さまよって、時々は人里に顔を出してはみたが、いつも眺めているのは誰かが料理をしている姿だった。自分でも未練がましいとは思う。けれど、もう自分と他人とをつないでくれるものは、これしかなかったのだ。
キッチンに立つ人間の姿を覗ける機会があるたびに、懐かしさとしょっぱさが心を締める。大して長い間一緒にいたわけでもないし、懐いていたとも思わない。愛情をもらった記憶もないけれど、やっぱり、恋しくないと言えばうそになる。
しかし、ヒトが俺の姿を認識すると、あまりいい顔をされたためしがなかった。奇妙な姿はやっぱり受け入れてもらえないらしい。必然的に、人里に下りる機会は減り、野山を歩き回ることが多くなった。

土地が豊かなおかげで、食料に困ることはない。他の種族のなわばりに踏み込んでしまったときはそそくさと争いを避け、別の寝床を探す、その繰り返しだった。
他の種族への接触を試みたこともあるけれど、人間と同様に、すぐに逃げられたり、素っ気ない態度をとられることが常だった。

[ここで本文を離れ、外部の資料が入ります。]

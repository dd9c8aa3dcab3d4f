// Writes src/generated/kindTemplates.json: one documented template per registered cell kind, made from the
// cells package's own schemas (packages/cells/src/kinds: each field's doc, type, unit, default, allowed values),
// so the templates never drift from what the kernel accepts. Run by scripts/build.mjs before tsc.
import * as esbuild from 'esbuild';
import { mkdirSync, rmSync, writeFileSync } from 'node:fs';
import { dirname, join, resolve } from 'node:path';
import { fileURLToPath, pathToFileURL } from 'node:url';
import { nodeBundleOptions } from '../../../scripts/esbuild-workspace.mjs';

const lab = resolve(dirname(fileURLToPath(import.meta.url)), '..');

/** A YAML scalar for a value written in a cell: plain when safe, quoted otherwise. */
function scalar(value) {
  const text = String(value);
  return /^[\w.+\-/ ^*]+$/.test(text) && !/^\s|\s$/.test(text) ? text : JSON.stringify(text);
}

/** A value that satisfies the field, for a required field or a commented-out example; null when none fits. */
function example(spec) {
  if (spec.default !== undefined) return scalar(spec.default);
  switch (spec.type) {
    case 'choice':
      return scalar(spec.values[0]);
    case 'string':
      return spec.suggestions?.length ? scalar(spec.suggestions[0]) : null;
    case 'quantity':
      return scalar(spec.unit ? `${spec.min !== undefined && spec.min > 1 ? spec.min : 1} ${spec.unit}` : String(spec.min ?? 1));
    case 'number':
    case 'integer':
      return String(spec.min !== undefined && spec.min > 1 ? spec.min : 1);
    case 'boolean':
      return 'false';
    case 'range':
      return scalar(`1 ${spec.unit} .. 10 ${spec.unit} / 10`);
    default:
      return null;
  }
}

function camel(kind) {
  return kind.replace(/-([a-z])/g, (_, c) => c.toUpperCase());
}

export function templateText(kind, describeField) {
  const lines = [`[${kind.kind}] ${camel(kind.kind)}1`, `# ${kind.kind}: ${kind.summary}`];
  for (const [key, spec] of Object.entries(kind.fields)) {
    const status = spec.required ? 'required' : spec.default !== undefined ? `default ${spec.default}` : 'optional';
    lines.push(`# ${key} (${status}): ${spec.doc} Expects ${describeField(spec)}.`.replace(/\n/g, ' '));
    if (spec.type === 'map' && spec.keySuggestions?.length && example(spec.of) !== null) {
      // A map of named parameters (the B_n^m of a crystal field) is what the kind is about: always written out.
      lines.push(`${key}:`, `  ${spec.keySuggestions[0]}: ${example(spec.of)}`);
      continue;
    }
    const value = example(spec);
    if (spec.required) lines.push(value === null ? `${key}:` : `${key}: ${value}`);
    else if (value !== null) lines.push(`# ${key}: ${value}`);
  }
  return lines.join('\n');
}

export async function writeTemplates() {
  const cache = join(lab, 'lib/.templates');
  mkdirSync(cache, { recursive: true });
  const bundle = join(cache, 'kinds.mjs');
  await esbuild.build({
    ...nodeBundleOptions,
    stdin: {
      contents: "export { CELL_KINDS } from '@multiplet/cells/kinds'; export { describeField } from '@multiplet/cells/schema';",
      resolveDir: lab,
      loader: 'ts',
    },
    sourcemap: false,
    outfile: bundle,
  });
  const { CELL_KINDS, describeField } = await import(pathToFileURL(bundle).href + `?t=${Date.now()}`);
  const templates = [...CELL_KINDS.values()].map((kind) => ({ kind: kind.kind, summary: kind.summary, text: templateText(kind, describeField) }));
  const out = join(lab, 'src/generated/kindTemplates.json');
  mkdirSync(dirname(out), { recursive: true });
  writeFileSync(out, JSON.stringify(templates, null, 2) + '\n');
  rmSync(cache, { recursive: true, force: true });
  return templates;
}

if (process.argv[1] === fileURLToPath(import.meta.url)) {
  for (const t of await writeTemplates()) console.log(t.text + '\n');
}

今日はどこで寝ようかとうろついていたとき、茂みの向こうから、弾んだ声がいくつも聞こえてきた。自分の身体が磁石になってしまったのではないかというくらいに、その声たちがする方へ、身体が吸い寄せられていく。茂みを抜けると、自分を置いていったトレーナーよりもずいぶん幼い子供たちが、緊張した面持ちで俺の方を見ていた。その中でも俺の目が惹かれたのは、シンオウとホウエンとを繋ぐ海をとじ込めた瞳の少女だった。

逃げない。この子どもたちは、逃げることをしなかった。それだけで、小さな明かりが心に灯る。話しかけてみても、いいのだろうか。なんと話しかけたらいいのだろう、こんな時、人間は、何と言っていたっけか。
ああ、そうだそうだ、思い出した。



『…ども。こんばんは』



俺に、温もりを分けて欲しいとだけど。よかだろうか。